3.4. Rumo a um tênue consenso: o período de transição

3.4.5. Um consenso no dissenso

A partir da década de 1970 se formou um tênue consenso no campo das planetogonias, ainda que houvesse muitas discordâncias quanto aos diferentes estágios e processos de formação de estrelas e planetas. O rumo tomado pelo campo é simbolizado pelo título de uma conferência dedicada ao tema, a primeira Protostars and Planets, que ocorreu em 1978. Mais do que isso, no compêndio dos trabalhos apresentados, encontra-se uma sucinta avaliação do estado em que se encontrava a ciência da formação do sistema solar:

Ainda não existe uma teoria moderna unificada e bem aceita de formação de planetas, mas um corpo de trabalho em andamento que se move em uma determinada direção. Ele sugere que poeira e gás formam universalmente nebulosas circunstanciais em torno de novas estrelas. Parte da poeira pode sobreviver intacta de origem anterior em supernovas ou outros processos de ejeção estelar. De qualquer forma, é provável que o material seja afetado isotopicamente por supernovas próximas. É quase certo que novas poeiras se condensem na nebulosa circunstelar em resfriamento. O problema do desenvolvimento planetário é o problema da evolução adicional dos componentes de poeira e gás da nebulosa. (HARTMANN, 1978, p. 58).

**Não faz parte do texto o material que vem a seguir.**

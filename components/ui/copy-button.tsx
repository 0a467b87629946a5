"use client";

import { useEffect, useState } from "react";
import { cn } from "./cn";
import { IconCheck, IconCopy } from "./icons";

/** Copies `text` to the clipboard; says "Copied" for 1.5 s (announced politely). */
export function CopyButton({
  text,
  label = "Copy",
  className,
  showLabel = false,
}: {
  text: string;
  label?: string;
  className?: string;
  showLabel?: boolean;
}) {
  const [state, setState] = useState<"idle" | "copied" | "failed">("idle");
  useEffect(() => {
    if (state === "idle") return;
    const t = setTimeout(() => setState("idle"), 1500);
    return () => clearTimeout(t);
  }, [state]);

  const copy = async () => {
    try {
      await navigator.clipboard.writeText(text);
      setState("copied");
    } catch {
      setState("failed");
    }
  };

  const message = state === "copied" ? "Copied" : state === "failed" ? "Copy failed" : "";
  return (
    <button
      type="button"
      onClick={copy}
      aria-label={showLabel ? undefined : label}
      className={cn(
        "inline-flex h-7 items-center gap-1.5 rounded-md px-2 text-xs font-medium text-ink-2 hover:bg-surface-3/70 hover:text-ink",
        className,
      )}
    >
      {state === "copied" ? (
        <IconCheck className="size-3.5 text-ok" />
      ) : (
        <IconCopy className="size-3.5" />
      )}
      {showLabel ? <span>{state === "copied" ? "Copied" : label}</span> : null}
      <span aria-live="polite" className="sr-only">
        {message}
      </span>
    </button>
  );
}
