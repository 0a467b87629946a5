import type { Ref, SelectHTMLAttributes } from "react";
import { cn } from "./cn";
import { controlClasses, controlSizes, type ControlSize } from "./control-styles";
import { IconChevronDown } from "./icons";

export type SelectOption = { value: string; label: string; disabled?: boolean };

export type SelectProps = Omit<SelectHTMLAttributes<HTMLSelectElement>, "size"> & {
  size?: ControlSize;
  /** Either pass `options` or <option> children. */
  options?: SelectOption[];
  /** Adds a first, empty option with this text (e.g. "Choose…"). */
  placeholder?: string;
  ref?: Ref<HTMLSelectElement>;
};

/** Native <select> (keyboard and screen-reader behaviour of the platform) with our look. */
export function Select({
  size = "md",
  options,
  placeholder,
  className,
  children,
  ...rest
}: SelectProps) {
  return (
    <span className={cn("relative block", className)}>
      <select className={cn(controlClasses, controlSizes[size], "appearance-none pr-8")} {...rest}>
        {placeholder !== undefined ? <option value="">{placeholder}</option> : null}
        {options?.map((o) => (
          <option key={o.value} value={o.value} disabled={o.disabled}>
            {o.label}
          </option>
        ))}
        {children}
      </select>
      <IconChevronDown className="pointer-events-none absolute top-1/2 right-2.5 size-4 -translate-y-1/2 text-ink-3" />
    </span>
  );
}
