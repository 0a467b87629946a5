"use client";

import { useEffect, useId, useRef, type ReactNode } from "react";
import { cn } from "./cn";
import { IconClose } from "./icons";

/**
 * Modal dialog on the native <dialog> element (focus trap, Escape and the top layer come
 * from the platform). Controlled: `open` + `onClose` (called on Escape, the close button
 * and a click on the backdrop). Focus returns to the element focused before opening.
 */
export function Dialog({
  open,
  onClose,
  title,
  description,
  children,
  footer,
  size = "md",
  className,
}: {
  open: boolean;
  onClose: () => void;
  title: ReactNode;
  description?: ReactNode;
  children?: ReactNode;
  /** Action row (e.g. Cancel + Confirm buttons). */
  footer?: ReactNode;
  size?: "sm" | "md" | "lg";
  className?: string;
}) {
  const ref = useRef<HTMLDialogElement>(null);
  const titleId = useId();
  const descId = useId();
  const opener = useRef<Element | null>(null);

  useEffect(() => {
    const d = ref.current;
    if (!d) return;
    if (open && !d.open) {
      opener.current = document.activeElement;
      d.showModal();
    } else if (!open && d.open) {
      d.close();
      (opener.current as HTMLElement | null)?.focus?.();
    }
  }, [open]);

  return (
    <dialog
      ref={ref}
      aria-labelledby={titleId}
      aria-describedby={description ? descId : undefined}
      onCancel={(e) => {
        e.preventDefault();
        onClose();
      }}
      onClick={(e) => {
        if (e.target === e.currentTarget) onClose();
      }}
      className={cn(
        "m-auto w-[calc(100vw-2rem)] rounded-xl border border-line bg-surface p-0 text-ink shadow-pop backdrop:backdrop-blur-[2px]",
        { sm: "max-w-sm", md: "max-w-lg", lg: "max-w-3xl" }[size],
        className,
      )}
    >
      {open ? (
        <div className="grid">
          <div className="flex items-start justify-between gap-4 px-5 pt-4 pb-2">
            <div className="grid gap-1">
              <h2 id={titleId} className="text-base font-semibold text-ink">
                {title}
              </h2>
              {description ? (
                <p id={descId} className="text-[13px] leading-5 text-ink-2">
                  {description}
                </p>
              ) : null}
            </div>
            <button
              type="button"
              onClick={onClose}
              aria-label="Close"
              className="-mt-0.5 -mr-1.5 inline-flex size-8 items-center justify-center rounded-md text-ink-3 hover:bg-surface-2 hover:text-ink"
            >
              <IconClose />
            </button>
          </div>
          {children ? <div className="px-5 pt-2 pb-5 text-sm">{children}</div> : null}
          {footer ? (
            <div className="flex flex-wrap justify-end gap-2 rounded-b-xl border-t border-line bg-surface-2/60 px-5 py-3">
              {footer}
            </div>
          ) : null}
        </div>
      ) : null}
    </dialog>
  );
}
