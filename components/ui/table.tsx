import type { HTMLAttributes, TdHTMLAttributes, ThHTMLAttributes } from "react";
import { cn } from "./cn";

/**
 * Table styles. <Table> wraps the table in a horizontally scrolling, bordered frame.
 * Mark number columns with `numeric` on TH/TD: right-aligned mono tabular figures.
 */
export function Table({
  className,
  frameClassName,
  ...rest
}: HTMLAttributes<HTMLTableElement> & { frameClassName?: string }) {
  return (
    <div className={cn("overflow-x-auto rounded-lg border border-line bg-surface", frameClassName)}>
      <table className={cn("w-full border-collapse text-left text-[13px]", className)} {...rest} />
    </div>
  );
}

export function TCaption({ className, ...rest }: HTMLAttributes<HTMLTableCaptionElement>) {
  return <caption className={cn("px-4 py-2 text-left text-xs text-ink-2", className)} {...rest} />;
}

export function THead({ className, ...rest }: HTMLAttributes<HTMLTableSectionElement>) {
  return <thead className={cn("border-b border-line bg-surface-2/70", className)} {...rest} />;
}

export function TBody({ className, ...rest }: HTMLAttributes<HTMLTableSectionElement>) {
  return <tbody className={cn("divide-y divide-line", className)} {...rest} />;
}

export function TR({ className, ...rest }: HTMLAttributes<HTMLTableRowElement>) {
  return (
    <tr
      className={cn(
        "transition-colors hover:bg-surface-2/50 aria-selected:bg-accent-soft/60",
        className,
      )}
      {...rest}
    />
  );
}

export function TH({
  numeric,
  className,
  scope = "col",
  ...rest
}: ThHTMLAttributes<HTMLTableCellElement> & { numeric?: boolean }) {
  return (
    <th
      scope={scope}
      className={cn(
        "h-9 px-3 text-2xs font-semibold tracking-[0.06em] whitespace-nowrap text-ink-2 uppercase first:pl-4 last:pr-4",
        numeric && "text-right",
        className,
      )}
      {...rest}
    />
  );
}

export function TD({
  numeric,
  className,
  ...rest
}: TdHTMLAttributes<HTMLTableCellElement> & { numeric?: boolean }) {
  return (
    <td
      className={cn(
        "h-10 px-3 align-middle text-ink first:pl-4 last:pr-4",
        numeric && "figures text-right text-[12.5px] whitespace-nowrap",
        className,
      )}
      {...rest}
    />
  );
}
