/**
 * Client IP from trusted proxy hops: each trusted proxy appends the address it
 * saw to X-Forwarded-For, so with n trusted hops the client is the n-th entry
 * from the right (MDN "X-Forwarded-For", security and privacy concerns; common
 * practice). Entries further left are client-written and never used.
 */
import { describe, expect, it } from "vitest";
import { clientIpFrom } from "@/lib/rate-limit/client-ip";
import { delaySeconds, FREE_FAILURES, MAX_DELAY_SECONDS } from "@/lib/auth/sign-in-throttle";

const h = (xff?: string) => new Headers(xff === undefined ? {} : { "x-forwarded-for": xff });

describe("clientIpFrom", () => {
  it("trusts nothing with 0 hops", () => {
    expect(clientIpFrom(h("198.51.100.1"), 0)).toBeNull();
    expect(clientIpFrom(h(), 0)).toBeNull();
  });

  it("takes the n-th entry from the right", () => {
    expect(clientIpFrom(h("6.6.6.6, 198.51.100.1"), 1)).toBe("198.51.100.1");
    expect(clientIpFrom(h("6.6.6.6, 198.51.100.1, 10.0.0.2"), 2)).toBe("198.51.100.1");
    expect(clientIpFrom(h("2001:db8::1"), 1)).toBe("2001:db8::1");
    expect(clientIpFrom(h("[2001:db8::1]:443"), 1)).toBe("2001:db8::1");
    expect(clientIpFrom(h("198.51.100.1:5555"), 1)).toBe("198.51.100.1");
  });

  it("answers null when the chain is shorter than the trusted hops or the entry is not an address", () => {
    expect(clientIpFrom(h("198.51.100.1"), 2)).toBeNull();
    expect(clientIpFrom(h("unknown"), 1)).toBeNull();
    expect(clientIpFrom(h("1.2.3.4, <script>"), 1)).toBeNull();
  });
});

describe("progressive delay", () => {
  it("is free for the first failures, then doubles up to the cap", () => {
    for (let f = 0; f < FREE_FAILURES; f++) expect(delaySeconds(f)).toBe(0);
    expect(delaySeconds(FREE_FAILURES)).toBe(1);
    expect(delaySeconds(FREE_FAILURES + 1)).toBe(2);
    expect(delaySeconds(FREE_FAILURES + 4)).toBe(16);
    expect(delaySeconds(FREE_FAILURES + 40)).toBe(MAX_DELAY_SECONDS);
  });
});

A conferência tinha o objetivo de colocar em contato pesquisadores de formação e evolução de estrelas com planetogonistas66. Ainda não havia evidências da existência de discos circunstelares (um invólucro esférico de poeira era considerado uma alternativa plausível para a explicação do excesso de emissão de infravermelho ao redor de protoestrelas). Além disso, ainda nenhuma alegação de descoberta de exoplanetas havia sobrevivido ao exame crítico da comunidade. Não havia meios de testar a hipótese de que a formação de estrelas implicava a formação de planetas. Por isso, pode parecer um contrassenso, diante da ausência de evidências do próprio objeto (a conexão observacional entre a formação de estrelas e a de planetas), que a conferência tenha sido realizada. Penso, no entanto, que era justamente pela carência de dados observacionais que foi considerada necessária uma integração do conhecimento de astrofísica com o da astronomia planetária, na busca por entender se e como a formação de estrelas e a de planetas poderiam estar relacionadas. E por um motivo simples: a ausência de evidência sobre exoplanetas e discos circunstelares no final da década de 1970 não era interpretada como um bom motivo para considerar a situação como um todo uma evidência de ausência desses objetos. Em vez disso, havia fortes motivos teóricos e técnicos para considerar que discos circunstelares e exoplanetas existiam, só não havia tecnologia disponível para detectá-los.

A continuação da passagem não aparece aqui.